> **Saved entries**
● ● ● ●

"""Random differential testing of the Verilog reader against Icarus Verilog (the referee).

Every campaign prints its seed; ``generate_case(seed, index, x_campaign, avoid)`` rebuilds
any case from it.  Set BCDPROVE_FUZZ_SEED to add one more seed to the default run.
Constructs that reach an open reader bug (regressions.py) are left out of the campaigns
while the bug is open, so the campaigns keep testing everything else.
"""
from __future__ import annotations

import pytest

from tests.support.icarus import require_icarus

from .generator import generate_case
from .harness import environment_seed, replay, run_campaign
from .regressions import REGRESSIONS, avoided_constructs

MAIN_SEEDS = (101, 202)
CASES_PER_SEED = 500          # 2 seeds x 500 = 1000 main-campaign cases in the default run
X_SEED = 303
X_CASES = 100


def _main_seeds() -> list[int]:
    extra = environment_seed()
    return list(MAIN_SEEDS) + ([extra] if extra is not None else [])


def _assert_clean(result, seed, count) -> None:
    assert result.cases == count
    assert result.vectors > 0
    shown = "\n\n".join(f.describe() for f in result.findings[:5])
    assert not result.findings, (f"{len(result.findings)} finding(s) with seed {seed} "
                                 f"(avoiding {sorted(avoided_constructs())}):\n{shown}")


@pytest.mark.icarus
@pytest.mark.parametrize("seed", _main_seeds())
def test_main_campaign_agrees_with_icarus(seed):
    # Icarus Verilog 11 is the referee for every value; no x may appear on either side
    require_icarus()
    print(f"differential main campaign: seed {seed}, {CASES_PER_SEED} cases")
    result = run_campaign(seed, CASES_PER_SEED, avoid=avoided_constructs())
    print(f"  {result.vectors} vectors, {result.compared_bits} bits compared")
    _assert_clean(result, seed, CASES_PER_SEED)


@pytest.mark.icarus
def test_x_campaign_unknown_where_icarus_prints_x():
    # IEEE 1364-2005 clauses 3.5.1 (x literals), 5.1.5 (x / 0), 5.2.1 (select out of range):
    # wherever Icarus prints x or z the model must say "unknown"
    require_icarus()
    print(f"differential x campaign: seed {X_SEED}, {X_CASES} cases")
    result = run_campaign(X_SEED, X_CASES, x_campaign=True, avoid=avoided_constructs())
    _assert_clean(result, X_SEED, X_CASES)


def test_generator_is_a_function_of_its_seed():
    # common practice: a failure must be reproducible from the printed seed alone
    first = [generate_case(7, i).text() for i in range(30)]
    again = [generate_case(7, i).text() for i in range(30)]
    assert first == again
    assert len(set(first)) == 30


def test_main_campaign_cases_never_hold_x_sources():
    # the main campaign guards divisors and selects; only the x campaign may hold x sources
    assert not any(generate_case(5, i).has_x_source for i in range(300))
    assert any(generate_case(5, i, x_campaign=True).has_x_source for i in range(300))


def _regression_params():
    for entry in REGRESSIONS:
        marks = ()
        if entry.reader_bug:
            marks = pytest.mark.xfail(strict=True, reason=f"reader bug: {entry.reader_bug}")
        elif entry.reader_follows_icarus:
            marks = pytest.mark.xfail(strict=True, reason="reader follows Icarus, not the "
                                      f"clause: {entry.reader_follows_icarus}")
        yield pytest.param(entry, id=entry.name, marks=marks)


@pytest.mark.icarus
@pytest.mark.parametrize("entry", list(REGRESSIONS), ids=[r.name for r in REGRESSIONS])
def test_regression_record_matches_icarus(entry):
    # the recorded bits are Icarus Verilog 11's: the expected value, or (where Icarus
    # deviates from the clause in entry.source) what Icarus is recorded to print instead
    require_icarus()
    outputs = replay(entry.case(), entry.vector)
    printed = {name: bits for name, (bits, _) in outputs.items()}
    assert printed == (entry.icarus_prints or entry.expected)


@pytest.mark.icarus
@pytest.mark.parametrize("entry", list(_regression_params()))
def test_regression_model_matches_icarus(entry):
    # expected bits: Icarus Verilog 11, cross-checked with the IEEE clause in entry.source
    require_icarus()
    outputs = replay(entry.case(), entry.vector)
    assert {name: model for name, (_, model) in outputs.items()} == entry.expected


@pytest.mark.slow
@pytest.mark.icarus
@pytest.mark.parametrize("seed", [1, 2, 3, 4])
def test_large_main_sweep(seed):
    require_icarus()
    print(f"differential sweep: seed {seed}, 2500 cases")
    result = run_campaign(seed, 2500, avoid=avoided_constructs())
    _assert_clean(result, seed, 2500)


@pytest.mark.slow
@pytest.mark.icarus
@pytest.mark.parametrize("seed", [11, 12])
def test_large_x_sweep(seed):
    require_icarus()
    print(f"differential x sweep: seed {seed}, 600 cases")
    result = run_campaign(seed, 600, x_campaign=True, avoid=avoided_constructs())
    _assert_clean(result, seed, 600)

● ● ● ●

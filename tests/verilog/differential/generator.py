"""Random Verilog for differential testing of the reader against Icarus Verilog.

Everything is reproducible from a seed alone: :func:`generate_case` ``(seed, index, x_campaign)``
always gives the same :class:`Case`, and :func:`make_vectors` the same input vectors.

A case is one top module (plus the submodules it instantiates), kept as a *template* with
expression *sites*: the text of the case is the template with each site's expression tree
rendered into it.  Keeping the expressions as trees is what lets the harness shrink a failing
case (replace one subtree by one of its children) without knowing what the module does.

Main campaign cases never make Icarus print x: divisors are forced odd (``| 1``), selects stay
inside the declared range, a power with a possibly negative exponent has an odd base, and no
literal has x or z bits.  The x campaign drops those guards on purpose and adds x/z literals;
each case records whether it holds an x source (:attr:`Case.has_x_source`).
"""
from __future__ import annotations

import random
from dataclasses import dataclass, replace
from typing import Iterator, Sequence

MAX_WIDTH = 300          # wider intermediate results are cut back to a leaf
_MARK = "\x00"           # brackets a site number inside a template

● ● ● ●

Please give again the lines above between the line holding "assert not any(generate_case(5, i).has_x_source" and the line holding "r in REGRESSIONS])", inclusive, exactly as they are and with nothing added.

    assert not any(generate_case(5, i).has_x_source for i in range(300))
    assert any(generate_case(5, i, x_campaign=True).has_x_source for i in range(300))


def _regression_params():
    for entry in REGRESSIONS:
        marks = ()
        if entry.reader_bug:
            marks = pytest.mark.xfail(strict=True, reason=f"reader bug: {entry.reader_bug}")
        elif entry.reader_follows_icarus:
            marks = pytest.mark.xfail(strict=True, reason="reader follows Icarus, not the "
                                      f"clause: {entry.reader_follows_icarus}")
        yield pytest.param(entry, id=entry.name, marks=marks)


@pytest.mark.icarus
@pytest.mark.parametrize("entry", list(REGRESSIONS), ids=[r.name for r in REGRESSIONS])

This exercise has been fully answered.